▸ TASK INSTRUCTIONS
Within the records below is a range that opens at the line with "const ackAt = times[5] - 2 * DAY;" and closes at the line with "const rh = r.int(35, 55);". Return that range word for word, both ends included, and only that range.
** INPUT MATERIAL follows **
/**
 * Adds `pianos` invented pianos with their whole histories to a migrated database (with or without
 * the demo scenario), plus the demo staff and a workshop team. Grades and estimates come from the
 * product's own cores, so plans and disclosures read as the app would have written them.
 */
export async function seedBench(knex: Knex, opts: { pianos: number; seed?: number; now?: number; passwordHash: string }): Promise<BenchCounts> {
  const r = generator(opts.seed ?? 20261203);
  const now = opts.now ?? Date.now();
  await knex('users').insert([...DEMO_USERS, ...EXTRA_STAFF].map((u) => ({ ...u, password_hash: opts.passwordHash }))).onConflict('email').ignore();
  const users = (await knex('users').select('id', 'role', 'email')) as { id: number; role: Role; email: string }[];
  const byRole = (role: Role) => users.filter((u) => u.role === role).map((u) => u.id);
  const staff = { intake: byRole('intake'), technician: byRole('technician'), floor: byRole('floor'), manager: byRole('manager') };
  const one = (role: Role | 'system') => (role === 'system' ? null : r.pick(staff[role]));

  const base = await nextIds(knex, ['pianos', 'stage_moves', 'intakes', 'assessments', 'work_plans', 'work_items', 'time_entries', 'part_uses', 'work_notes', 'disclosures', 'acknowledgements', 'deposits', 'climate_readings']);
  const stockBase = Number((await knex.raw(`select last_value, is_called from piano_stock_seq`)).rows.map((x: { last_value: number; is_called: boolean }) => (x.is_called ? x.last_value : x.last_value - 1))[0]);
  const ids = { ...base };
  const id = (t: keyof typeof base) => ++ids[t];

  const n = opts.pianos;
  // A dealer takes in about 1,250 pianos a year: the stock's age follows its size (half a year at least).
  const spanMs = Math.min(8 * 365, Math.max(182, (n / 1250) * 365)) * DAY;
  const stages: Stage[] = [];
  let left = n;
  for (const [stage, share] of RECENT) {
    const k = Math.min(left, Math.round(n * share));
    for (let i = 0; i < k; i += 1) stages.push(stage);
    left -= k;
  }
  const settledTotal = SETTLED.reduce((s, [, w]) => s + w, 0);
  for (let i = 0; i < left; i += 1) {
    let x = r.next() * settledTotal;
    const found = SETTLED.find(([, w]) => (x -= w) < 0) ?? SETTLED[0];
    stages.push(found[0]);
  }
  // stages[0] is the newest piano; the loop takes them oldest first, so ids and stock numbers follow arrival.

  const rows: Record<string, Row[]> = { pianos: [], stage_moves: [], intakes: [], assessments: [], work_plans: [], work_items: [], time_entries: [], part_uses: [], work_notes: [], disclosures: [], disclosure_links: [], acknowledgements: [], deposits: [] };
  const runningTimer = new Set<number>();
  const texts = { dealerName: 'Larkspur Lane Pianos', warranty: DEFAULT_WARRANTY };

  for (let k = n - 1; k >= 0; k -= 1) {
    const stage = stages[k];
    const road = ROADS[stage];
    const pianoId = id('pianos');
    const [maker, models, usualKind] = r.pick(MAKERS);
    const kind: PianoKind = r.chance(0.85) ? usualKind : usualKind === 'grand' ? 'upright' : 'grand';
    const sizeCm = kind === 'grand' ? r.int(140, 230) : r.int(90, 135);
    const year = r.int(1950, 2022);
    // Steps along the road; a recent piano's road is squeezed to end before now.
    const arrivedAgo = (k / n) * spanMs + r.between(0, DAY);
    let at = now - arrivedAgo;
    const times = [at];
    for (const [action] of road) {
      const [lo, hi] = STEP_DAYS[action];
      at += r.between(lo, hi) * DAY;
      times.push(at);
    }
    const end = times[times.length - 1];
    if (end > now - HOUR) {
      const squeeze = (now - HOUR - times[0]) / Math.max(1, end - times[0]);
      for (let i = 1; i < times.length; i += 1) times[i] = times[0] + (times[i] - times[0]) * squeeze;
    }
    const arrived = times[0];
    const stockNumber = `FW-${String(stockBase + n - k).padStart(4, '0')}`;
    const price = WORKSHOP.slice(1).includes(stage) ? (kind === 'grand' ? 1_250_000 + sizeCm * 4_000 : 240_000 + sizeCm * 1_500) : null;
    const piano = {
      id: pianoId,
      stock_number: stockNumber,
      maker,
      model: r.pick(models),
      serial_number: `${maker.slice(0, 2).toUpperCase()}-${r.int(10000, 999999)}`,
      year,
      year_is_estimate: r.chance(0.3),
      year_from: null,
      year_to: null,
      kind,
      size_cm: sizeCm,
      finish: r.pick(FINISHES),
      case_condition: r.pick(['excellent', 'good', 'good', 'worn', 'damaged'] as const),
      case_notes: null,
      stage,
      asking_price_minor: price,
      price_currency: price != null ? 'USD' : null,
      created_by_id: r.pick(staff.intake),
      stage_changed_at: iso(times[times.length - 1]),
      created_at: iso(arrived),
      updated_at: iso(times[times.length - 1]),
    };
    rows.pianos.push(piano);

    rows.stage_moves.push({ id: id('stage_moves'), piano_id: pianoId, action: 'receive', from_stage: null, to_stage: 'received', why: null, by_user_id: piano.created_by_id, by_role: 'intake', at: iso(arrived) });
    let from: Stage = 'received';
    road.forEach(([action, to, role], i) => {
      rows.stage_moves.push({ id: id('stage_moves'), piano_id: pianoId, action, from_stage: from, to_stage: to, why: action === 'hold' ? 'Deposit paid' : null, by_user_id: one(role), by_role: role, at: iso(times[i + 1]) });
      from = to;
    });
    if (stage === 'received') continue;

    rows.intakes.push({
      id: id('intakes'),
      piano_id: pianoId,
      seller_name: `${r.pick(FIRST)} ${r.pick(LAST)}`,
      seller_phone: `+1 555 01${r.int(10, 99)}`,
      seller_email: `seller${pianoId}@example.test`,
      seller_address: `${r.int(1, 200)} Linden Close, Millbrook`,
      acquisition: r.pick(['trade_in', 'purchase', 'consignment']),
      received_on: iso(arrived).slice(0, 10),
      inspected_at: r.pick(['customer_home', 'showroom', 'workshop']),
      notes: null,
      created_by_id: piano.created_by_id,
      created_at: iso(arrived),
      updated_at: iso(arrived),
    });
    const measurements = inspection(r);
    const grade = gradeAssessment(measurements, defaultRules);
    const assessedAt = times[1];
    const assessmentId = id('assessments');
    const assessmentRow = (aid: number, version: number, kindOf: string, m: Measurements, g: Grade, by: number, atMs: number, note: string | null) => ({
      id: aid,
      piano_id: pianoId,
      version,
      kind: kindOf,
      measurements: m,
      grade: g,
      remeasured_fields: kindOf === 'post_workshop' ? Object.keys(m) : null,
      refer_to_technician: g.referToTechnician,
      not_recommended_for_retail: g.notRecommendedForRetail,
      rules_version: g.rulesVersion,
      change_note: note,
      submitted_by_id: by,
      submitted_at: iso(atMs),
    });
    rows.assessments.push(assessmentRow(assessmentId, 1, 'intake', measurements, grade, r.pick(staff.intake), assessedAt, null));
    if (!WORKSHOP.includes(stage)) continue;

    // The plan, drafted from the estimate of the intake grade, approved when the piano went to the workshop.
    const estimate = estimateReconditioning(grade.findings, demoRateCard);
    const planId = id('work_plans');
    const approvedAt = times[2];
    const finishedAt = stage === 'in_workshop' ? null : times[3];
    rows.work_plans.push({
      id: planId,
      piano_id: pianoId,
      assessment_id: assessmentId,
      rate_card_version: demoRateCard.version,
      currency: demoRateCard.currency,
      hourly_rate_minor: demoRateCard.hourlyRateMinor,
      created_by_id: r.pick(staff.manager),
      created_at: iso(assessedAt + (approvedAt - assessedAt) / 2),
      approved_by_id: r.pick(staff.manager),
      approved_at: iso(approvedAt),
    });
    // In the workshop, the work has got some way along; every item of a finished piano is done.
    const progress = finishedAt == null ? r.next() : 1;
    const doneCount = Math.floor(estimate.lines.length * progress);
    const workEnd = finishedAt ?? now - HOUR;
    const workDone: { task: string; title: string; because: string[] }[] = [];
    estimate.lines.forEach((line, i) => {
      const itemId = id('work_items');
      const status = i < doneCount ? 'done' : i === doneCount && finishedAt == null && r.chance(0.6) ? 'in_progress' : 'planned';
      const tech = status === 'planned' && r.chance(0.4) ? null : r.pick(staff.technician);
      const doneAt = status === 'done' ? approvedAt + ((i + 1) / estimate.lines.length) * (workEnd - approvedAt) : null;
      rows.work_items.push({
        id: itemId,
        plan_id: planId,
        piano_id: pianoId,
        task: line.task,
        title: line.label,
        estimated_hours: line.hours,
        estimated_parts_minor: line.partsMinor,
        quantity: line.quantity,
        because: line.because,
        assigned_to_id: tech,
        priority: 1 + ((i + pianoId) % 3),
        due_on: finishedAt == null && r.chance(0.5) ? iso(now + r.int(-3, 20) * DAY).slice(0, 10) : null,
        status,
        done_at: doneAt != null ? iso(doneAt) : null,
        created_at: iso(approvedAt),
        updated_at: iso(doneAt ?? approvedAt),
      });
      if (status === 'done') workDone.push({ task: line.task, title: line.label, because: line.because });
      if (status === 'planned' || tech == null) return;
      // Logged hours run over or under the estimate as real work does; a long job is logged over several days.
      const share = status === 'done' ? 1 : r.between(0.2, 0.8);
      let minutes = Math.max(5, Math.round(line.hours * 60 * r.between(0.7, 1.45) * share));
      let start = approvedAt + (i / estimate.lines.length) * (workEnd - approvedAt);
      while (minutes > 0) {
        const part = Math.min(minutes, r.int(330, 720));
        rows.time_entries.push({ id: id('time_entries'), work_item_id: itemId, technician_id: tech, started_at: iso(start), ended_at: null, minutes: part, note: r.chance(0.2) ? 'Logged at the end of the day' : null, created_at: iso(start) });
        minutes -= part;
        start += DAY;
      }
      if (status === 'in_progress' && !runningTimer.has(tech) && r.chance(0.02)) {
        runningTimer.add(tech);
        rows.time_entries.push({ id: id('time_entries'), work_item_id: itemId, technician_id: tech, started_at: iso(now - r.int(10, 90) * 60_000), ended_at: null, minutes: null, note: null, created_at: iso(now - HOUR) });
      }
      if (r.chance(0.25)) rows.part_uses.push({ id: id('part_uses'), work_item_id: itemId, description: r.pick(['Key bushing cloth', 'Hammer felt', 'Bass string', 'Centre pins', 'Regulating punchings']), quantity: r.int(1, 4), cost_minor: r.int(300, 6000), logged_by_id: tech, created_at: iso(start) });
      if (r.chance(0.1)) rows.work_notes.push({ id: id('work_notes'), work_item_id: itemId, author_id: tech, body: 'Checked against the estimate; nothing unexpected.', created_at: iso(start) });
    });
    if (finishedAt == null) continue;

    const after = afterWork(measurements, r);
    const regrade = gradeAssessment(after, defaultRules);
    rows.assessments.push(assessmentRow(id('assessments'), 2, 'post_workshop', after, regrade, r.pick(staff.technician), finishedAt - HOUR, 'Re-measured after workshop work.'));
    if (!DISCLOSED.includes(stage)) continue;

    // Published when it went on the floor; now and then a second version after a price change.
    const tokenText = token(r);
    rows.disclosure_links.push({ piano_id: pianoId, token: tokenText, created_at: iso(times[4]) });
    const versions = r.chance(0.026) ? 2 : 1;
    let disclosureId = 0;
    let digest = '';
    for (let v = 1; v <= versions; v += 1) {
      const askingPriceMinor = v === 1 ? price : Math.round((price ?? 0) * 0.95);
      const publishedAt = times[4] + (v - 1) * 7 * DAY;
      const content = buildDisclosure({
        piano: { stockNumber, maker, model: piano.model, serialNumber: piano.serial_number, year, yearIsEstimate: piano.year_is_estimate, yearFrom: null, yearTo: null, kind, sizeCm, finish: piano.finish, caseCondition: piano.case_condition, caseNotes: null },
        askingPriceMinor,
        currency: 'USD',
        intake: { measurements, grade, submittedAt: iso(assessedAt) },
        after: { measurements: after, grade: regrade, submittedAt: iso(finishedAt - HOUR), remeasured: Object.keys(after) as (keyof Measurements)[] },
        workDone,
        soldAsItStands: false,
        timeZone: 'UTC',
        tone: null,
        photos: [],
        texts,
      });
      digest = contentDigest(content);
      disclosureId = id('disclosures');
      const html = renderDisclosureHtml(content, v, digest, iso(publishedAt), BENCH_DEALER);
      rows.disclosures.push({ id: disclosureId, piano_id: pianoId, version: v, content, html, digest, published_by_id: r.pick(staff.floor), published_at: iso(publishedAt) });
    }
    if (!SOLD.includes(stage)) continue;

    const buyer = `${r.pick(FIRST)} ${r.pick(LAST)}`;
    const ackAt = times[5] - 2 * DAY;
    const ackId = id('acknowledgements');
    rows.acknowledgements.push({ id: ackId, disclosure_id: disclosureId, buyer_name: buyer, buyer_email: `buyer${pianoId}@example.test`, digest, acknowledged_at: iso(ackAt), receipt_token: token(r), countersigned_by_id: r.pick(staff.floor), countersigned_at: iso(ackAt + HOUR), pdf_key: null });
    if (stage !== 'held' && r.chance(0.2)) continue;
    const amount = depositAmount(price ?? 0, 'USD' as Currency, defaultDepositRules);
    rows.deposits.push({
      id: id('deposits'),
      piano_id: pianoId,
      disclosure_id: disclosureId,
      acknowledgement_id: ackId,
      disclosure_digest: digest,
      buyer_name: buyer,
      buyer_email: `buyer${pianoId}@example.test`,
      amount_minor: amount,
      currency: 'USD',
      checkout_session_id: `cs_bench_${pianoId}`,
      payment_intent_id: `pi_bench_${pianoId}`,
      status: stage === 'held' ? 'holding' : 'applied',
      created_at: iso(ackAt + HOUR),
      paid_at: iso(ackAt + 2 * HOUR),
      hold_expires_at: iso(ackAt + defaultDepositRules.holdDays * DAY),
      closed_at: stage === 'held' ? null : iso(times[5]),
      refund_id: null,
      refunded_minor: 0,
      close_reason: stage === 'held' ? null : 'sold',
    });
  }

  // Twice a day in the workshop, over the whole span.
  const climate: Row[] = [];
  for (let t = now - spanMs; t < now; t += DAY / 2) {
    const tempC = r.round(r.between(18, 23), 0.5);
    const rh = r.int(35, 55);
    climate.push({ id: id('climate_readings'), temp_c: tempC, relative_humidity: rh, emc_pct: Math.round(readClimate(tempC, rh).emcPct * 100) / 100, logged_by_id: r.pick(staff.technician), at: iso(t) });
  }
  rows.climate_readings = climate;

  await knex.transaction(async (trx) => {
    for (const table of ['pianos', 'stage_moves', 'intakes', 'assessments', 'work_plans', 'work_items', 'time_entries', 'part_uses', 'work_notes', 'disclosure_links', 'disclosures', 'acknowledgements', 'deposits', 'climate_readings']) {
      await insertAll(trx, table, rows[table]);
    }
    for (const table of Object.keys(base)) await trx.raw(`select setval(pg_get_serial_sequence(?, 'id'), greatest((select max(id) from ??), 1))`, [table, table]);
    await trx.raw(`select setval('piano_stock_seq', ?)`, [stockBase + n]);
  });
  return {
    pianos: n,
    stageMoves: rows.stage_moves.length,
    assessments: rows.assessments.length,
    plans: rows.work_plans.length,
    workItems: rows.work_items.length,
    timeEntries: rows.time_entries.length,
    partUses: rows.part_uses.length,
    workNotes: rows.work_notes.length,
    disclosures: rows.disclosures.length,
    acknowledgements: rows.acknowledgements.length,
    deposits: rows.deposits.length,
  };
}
** End of INPUT MATERIAL **
▸ SOLUTION TO THE EXERCISE
    const ackAt = times[5] - 2 * DAY;
    const ackId = id('acknowledgements');
    rows.acknowledgements.push({ id: ackId, disclosure_id: disclosureId, buyer_name: buyer, buyer_email: `buyer${pianoId}@example.test`, digest, acknowledged_at: iso(ackAt), receipt_token: token(r), countersigned_by_id: r.pick(staff.floor), countersigned_at: iso(ackAt + HOUR), pdf_key: null });
    if (stage !== 'held' && r.chance(0.2)) continue;
    const amount = depositAmount(price ?? 0, 'USD' as Currency, defaultDepositRules);
    rows.deposits.push({
      id: id('deposits'),
      piano_id: pianoId,
      disclosure_id: disclosureId,
      acknowledgement_id: ackId,
      disclosure_digest: digest,
      buyer_name: buyer,
      buyer_email: `buyer${pianoId}@example.test`,
      amount_minor: amount,
      currency: 'USD',
      checkout_session_id: `cs_bench_${pianoId}`,
      payment_intent_id: `pi_bench_${pianoId}`,
      status: stage === 'held' ? 'holding' : 'applied',
      created_at: iso(ackAt + HOUR),
      paid_at: iso(ackAt + 2 * HOUR),
      hold_expires_at: iso(ackAt + defaultDepositRules.holdDays * DAY),
      closed_at: stage === 'held' ? null : iso(times[5]),
      refund_id: null,
      refunded_minor: 0,
      close_reason: stage === 'held' ? null : 'sold',
    });
  }

  // Twice a day in the workshop, over the whole span.
  const climate: Row[] = [];
  for (let t = now - spanMs; t < now; t += DAY / 2) {
    const tempC = r.round(r.between(18, 23), 0.5);
    const rh = r.int(35, 55);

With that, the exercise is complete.